“Flight to quality” in San Francisco office market

199 Fremont and the Salesforce Tower, San Frasncisco (iStock, Dead.rabbit/CC BY-SA 4.0/Wikimedia Commons, Illustration by Kevin Cifuentes for The Real Deal)

Class A office space gets top marks for lease ups in still-recovering San Francisco, with many companies taking advantage of subleasing opportunities from downsizing or relocating businesses, according to several Q1 office reports.

Premium office space accounted for nearly 80% of all leasing activity in the first quarter, according to data from Avison Young. That pushed directly asking rents for class A properties above $82 per square foot citywide, $1.67 more than the last quarter of 2021. Class B office space has remained flat, at just under $70 per square foot, for the past year, at around $75 a square foot in the downtown core.

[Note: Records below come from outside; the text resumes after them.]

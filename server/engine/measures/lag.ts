import { HOUR_S, HOURS, type ClimateYear } from '../climate/climate-year.ts'
import { firstHarmonic, type Harmonic } from '../climate/harmonic.ts'
import type { YearTrace } from '../year/year-trace.ts'
import { dateOfHour, type DayDate } from './months.ts'

/** The first annual harmonic of one series beside those of outdoor air and sun. */
export interface LagLine {
  readonly name: string
  readonly kind: 'outdoor' | 'sun' | 'room' | 'surface' | 'probe'
  /** °C, W/m² for the sun. */
  readonly mean: number
  /** Half the yearly swing of the harmonic [K, W/m² for the sun]. */
  readonly amplitude: number
  /** Days when the harmonic is highest and lowest; they mean little where the amplitude is nothing. */
  readonly warmest: DayDate
  readonly coldest: DayDate
  /** Days later than the outdoor air; negative when earlier. */
  readonly behindAir_d: number
  /** Amplitude over that of the outdoor air. */
  readonly damping: number
  /** Days later than the global horizontal radiation; negative when earlier. */
  readonly behindSun_d: number
  /** Amplitude over that of the radiation [K per W/m²]. */
  readonly perSun: number
}

const YEAR_S = HOURS * HOUR_S

/**
 * How long one harmonic comes after another, in days: positive when it is later. Taken from a
 * quarter year early to three quarters late, since what follows a cause through soil may be half a
 * year late, while a room that the low sun heats may lead the air by some weeks.
 *
 * @returns -91.25 <= days < 273.75
 */
export function lagBehind(series: Harmonic, reference: Harmonic): number {
  const late_s = (((series.warmest_s - reference.warmest_s) % YEAR_S) + YEAR_S) % YEAR_S
  return (late_s >= 0.75 * YEAR_S ? late_s - YEAR_S : late_s) / 86400
}

/**
 * Lag and damping of the room's operative temperature, every face and every temperature probe. Heat
 * probes (names that begin with `heat:`) are left out.
 */
export function lags(trace: YearTrace, climate: ClimateYear): LagLine[] {
  const air = firstHarmonic(climate.outdoor_C)
  // Radiation, room and faces are means of the hour: they stand at its middle.
  const sun = firstHarmonic(climate.global_Wm2, HOUR_S, HOUR_S / 2)
  const line = (name: string, kind: LagLine['kind'], found: Harmonic): LagLine => ({
    name,
    kind,
    mean: found.mean,
    amplitude: found.amplitude,
    warmest: dayOf(found.warmest_s),
    coldest: dayOf(found.coldest_s),
    behindAir_d: lagBehind(found, air),
    damping: found.amplitude / air.amplitude,
    behindSun_d: lagBehind(found, sun),
    perSun: found.amplitude / sun.amplitude,
  })
  return [
    line('outdoor air', 'outdoor', air),
    line('global horizontal radiation', 'sun', sun),
    line('room', 'room', firstHarmonic(trace.operative_C, HOUR_S, HOUR_S / 2)),
    ...trace.surfaces.map((s) => line(s.name, 'surface', firstHarmonic(s.temperature_C, HOUR_S, HOUR_S / 2))),
    ...trace.probes
      .filter((probe) => !probe.name.startsWith('heat:'))
      .map((probe) => line(`${probe.element}: ${probe.name}`, 'probe', firstHarmonic(probe.value))),
  ]
}

function dayOf(time_s: number): DayDate {
  const { month, day } = dateOfHour(Math.min(HOURS - 1, Math.floor(time_s / HOUR_S)))
  return { month, day }
}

Class A and trophy office space has “dominated office demand” for the last three quarters, according to the report, which called the “flight to quality” a clear trend driven by employers looking to lure employees back to offices with high-end amenities. Among other listings, Avison Young has a listing for 130,000 contiguous square feet of Class A space across five floors at 199 Fremont, a 25-story tower that will see another four floors become available in January 2023. The listing advertises amenities such as on- site daycare, a fitness center, car and bike parking, and a location two blocks from the Embarcadero BART/Muni station.

The report points out that overall BART ridership was up twofold between March 2021 and March 2022, with over 10,000 people getting out at the Montgomery station daily, and over 11,000 using the Embarcadero station. Each station had less than 4,000 commuters in March 2021.

“The sharp increase in BART commuters is likely attributed to a combination of rising gas prices and larger companies returning to the office,” according to the report.

Nearly 40 percent of leasing deals in the first quarter were subleases, led by Sephora’s nearly 290,000-square-foot sublease in the 30-story Salesforce East—by far the biggest lease up of the first quarter, according to the report.

Companies are still sorting out what a return to offices looks like, which is one reason subleases and leases under 10,000 square feet have been so popular, according to analysis in a Kidder-Mathews a first-quarter report on the office market. While the overall vacancy rate was 20% at the end of the first quarter, a one-fifth increase over 2021, the sublease vacancy rate was down 17% to less than 5% vacancy during the same period, the commercial real estate firm found.

“The sublease market is approaching pre-pandemic levels, which indicates some level of demand,” the Kidder report states. “Our read is that prospective tenants may still be wary of long-term leases due to the latest Omicron surge but would still like to have office space in the city.”
Kidder Mathews also reported seeing more tenants actively searching for space under 10,000 square feet, with a nearly one-quarter increase in tenants in the market for that smaller footprint since the last quarter of 2021. The pattern could be indicative of new startups coming online as VC interest “soared” in the Bay Area last year, according to the report.

In the year ahead, inflation may play a bigger role in both rents and the delivery time for new office spaces, the report predicted. Some landlords are now asking for rents over 3 percent higher than a year ago, in an effort to keep up with rising costs, while continuing supply chain issues push up costs on construction and push out delivery timelines.

In a press release touting its upcoming second quarter report, Kidder said availability of premier Class A offices with water views remains tight, and asking rates above $100 per square foot “for some of the best suites in the city” are now typical. Touring activity has also picked up as prospective tenants scout out “open-office creative spaces” instead of more traditional floor plans.

With big commercial trades still few and far between, it remains to be seen how much these trends will impact the value of commercial buildings downtown. The biggest deal of the first quarter was well outside the downtown core in Potrero Hill, where the San Francisco District Attorney’s Office sold in January for $183 million.

Last month, UBS listed its downtown office tower for $280 million and Wells Fargo listed one of its towers for $160 million. Those sales should give a good indication of where office values ​​are more than two years after the pandemic upended the market.